- _Collected data_
★ ★ ★

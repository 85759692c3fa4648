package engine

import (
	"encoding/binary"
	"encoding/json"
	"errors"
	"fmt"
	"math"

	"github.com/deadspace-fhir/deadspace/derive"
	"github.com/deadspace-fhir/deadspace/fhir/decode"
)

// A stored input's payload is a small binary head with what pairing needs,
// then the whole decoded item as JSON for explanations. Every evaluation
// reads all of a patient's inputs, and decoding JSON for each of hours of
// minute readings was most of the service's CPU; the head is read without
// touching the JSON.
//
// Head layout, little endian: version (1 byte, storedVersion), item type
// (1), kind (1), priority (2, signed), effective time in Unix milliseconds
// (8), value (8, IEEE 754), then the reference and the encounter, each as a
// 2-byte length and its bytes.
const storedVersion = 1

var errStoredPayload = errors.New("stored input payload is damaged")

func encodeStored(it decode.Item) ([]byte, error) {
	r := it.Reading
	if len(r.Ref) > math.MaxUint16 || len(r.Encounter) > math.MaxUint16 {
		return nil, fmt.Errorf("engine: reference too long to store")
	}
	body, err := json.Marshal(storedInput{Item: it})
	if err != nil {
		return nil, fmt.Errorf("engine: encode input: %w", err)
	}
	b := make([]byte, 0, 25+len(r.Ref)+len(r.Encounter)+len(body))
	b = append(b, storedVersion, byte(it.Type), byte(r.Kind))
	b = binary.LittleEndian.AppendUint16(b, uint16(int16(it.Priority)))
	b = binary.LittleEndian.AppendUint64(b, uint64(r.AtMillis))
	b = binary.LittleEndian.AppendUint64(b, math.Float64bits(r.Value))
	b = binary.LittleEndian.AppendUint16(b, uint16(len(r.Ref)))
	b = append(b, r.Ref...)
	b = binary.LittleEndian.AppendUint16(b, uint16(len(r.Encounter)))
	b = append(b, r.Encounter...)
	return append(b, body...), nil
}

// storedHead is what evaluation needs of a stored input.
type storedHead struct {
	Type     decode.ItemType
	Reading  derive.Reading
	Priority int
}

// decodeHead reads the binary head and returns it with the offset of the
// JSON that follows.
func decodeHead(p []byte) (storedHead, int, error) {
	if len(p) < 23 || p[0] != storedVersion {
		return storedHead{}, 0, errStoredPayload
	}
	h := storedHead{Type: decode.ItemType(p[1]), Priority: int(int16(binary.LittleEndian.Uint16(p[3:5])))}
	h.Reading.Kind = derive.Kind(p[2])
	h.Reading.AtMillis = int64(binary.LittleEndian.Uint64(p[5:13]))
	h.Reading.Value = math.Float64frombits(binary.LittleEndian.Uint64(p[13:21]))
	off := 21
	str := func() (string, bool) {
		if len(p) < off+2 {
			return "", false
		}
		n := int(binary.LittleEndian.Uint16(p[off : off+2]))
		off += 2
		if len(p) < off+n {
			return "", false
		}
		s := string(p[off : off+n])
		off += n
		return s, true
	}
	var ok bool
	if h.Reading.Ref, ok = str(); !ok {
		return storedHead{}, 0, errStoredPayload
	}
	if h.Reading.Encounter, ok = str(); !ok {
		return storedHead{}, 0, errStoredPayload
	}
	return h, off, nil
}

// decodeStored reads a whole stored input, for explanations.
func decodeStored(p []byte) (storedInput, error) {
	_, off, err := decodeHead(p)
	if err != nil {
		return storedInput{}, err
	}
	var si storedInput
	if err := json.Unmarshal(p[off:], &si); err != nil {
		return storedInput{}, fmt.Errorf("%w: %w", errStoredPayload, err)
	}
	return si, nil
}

★ ★ ★

- _Work item_
Please copy out every line shown above, exactly.

- _Response area_
repository 85759692c3fa4648
package engine

import (
	"encoding/binary"
	"encoding/json"
	"errors"
	"fmt"
	"math"

	"github.com/deadspace-fhir/deadspace/derive"
	"github.com/deadspace-fhir/deadspace/fhir/decode"
)

// A stored input's payload is a small binary head with what pairing needs,
// then the whole decoded item as JSON for explanations. Every evaluation
// reads all of a patient's inputs, and decoding JSON for each of hours of
// minute readings was most of the service's CPU; the head is read without
// touching the JSON.
//
// Head layout, little endian: version (1 byte, storedVersion), item type
// (1), kind (1), priority (2, signed), effective time in Unix milliseconds
// (8), value (8, IEEE 754), then the reference and the encounter, each as a
// 2-byte length and its bytes.
const storedVersion = 1

var errStoredPayload = errors.New("stored input payload is damaged")

func encodeStored(it decode.Item) ([]byte, error) {
	r := it.Reading
	if len(r.Ref) > math.MaxUint16 || len(r.Encounter) > math.MaxUint16 {
		return nil, fmt.Errorf("engine: reference too long to store")
	}
	body, err := json.Marshal(storedInput{Item: it})
	if err != nil {
		return nil, fmt.Errorf("engine: encode input: %w", err)
	}
	b := make([]byte, 0, 25+len(r.Ref)+len(r.Encounter)+len(body))
	b = append(b, storedVersion, byte(it.Type), byte(r.Kind))
	b = binary.LittleEndian.AppendUint16(b, uint16(int16(it.Priority)))
	b = binary.LittleEndian.AppendUint64(b, uint64(r.AtMillis))
	b = binary.LittleEndian.AppendUint64(b, math.Float64bits(r.Value))
	b = binary.LittleEndian.AppendUint16(b, uint16(len(r.Ref)))
	b = append(b, r.Ref...)
	b = binary.LittleEndian.AppendUint16(b, uint16(len(r.Encounter)))
	b = append(b, r.Encounter...)
	return append(b, body...), nil
}

// storedHead is what evaluation needs of a stored input.
type storedHead struct {
	Type     decode.ItemType
	Reading  derive.Reading
	Priority int
}

// decodeHead reads the binary head and returns it with the offset of the
// JSON that follows.
func decodeHead(p []byte) (storedHead, int, error) {
	if len(p) < 23 || p[0] != storedVersion {
		return storedHead{}, 0, errStoredPayload
	}
	h := storedHead{Type: decode.ItemType(p[1]), Priority: int(int16(binary.LittleEndian.Uint16(p[3:5])))}
	h.Reading.Kind = derive.Kind(p[2])
	h.Reading.AtMillis = int64(binary.LittleEndian.Uint64(p[5:13]))
	h.Reading.Value = math.Float64frombits(binary.LittleEndian.Uint64(p[13:21]))
	off := 21
	str := func() (string, bool) {
		if len(p) < off+2 {
			return "", false
		}
		n := int(binary.LittleEndian.Uint16(p[off : off+2]))
		off += 2
		if len(p) < off+n {
			return "", false
		}
		s := string(p[off : off+n])
		off += n
		return s, true
	}
	var ok bool
	if h.Reading.Ref, ok = str(); !ok {
		return storedHead{}, 0, errStoredPayload
	}
	if h.Reading.Encounter, ok = str(); !ok {
		return storedHead{}, 0, errStoredPayload
	}
	return h, off, nil
}

// decodeStored reads a whole stored input, for explanations.
func decodeStored(p []byte) (storedInput, error) {
	_, off, err := decodeHead(p)
	if err != nil {
		return storedInput{}, err
	}
	var si storedInput
	if err := json.Unmarshal(p[off:], &si); err != nil {
		return storedInput{}, fmt.Errorf("%w: %w", errStoredPayload, err)
	}
	return si, nil
}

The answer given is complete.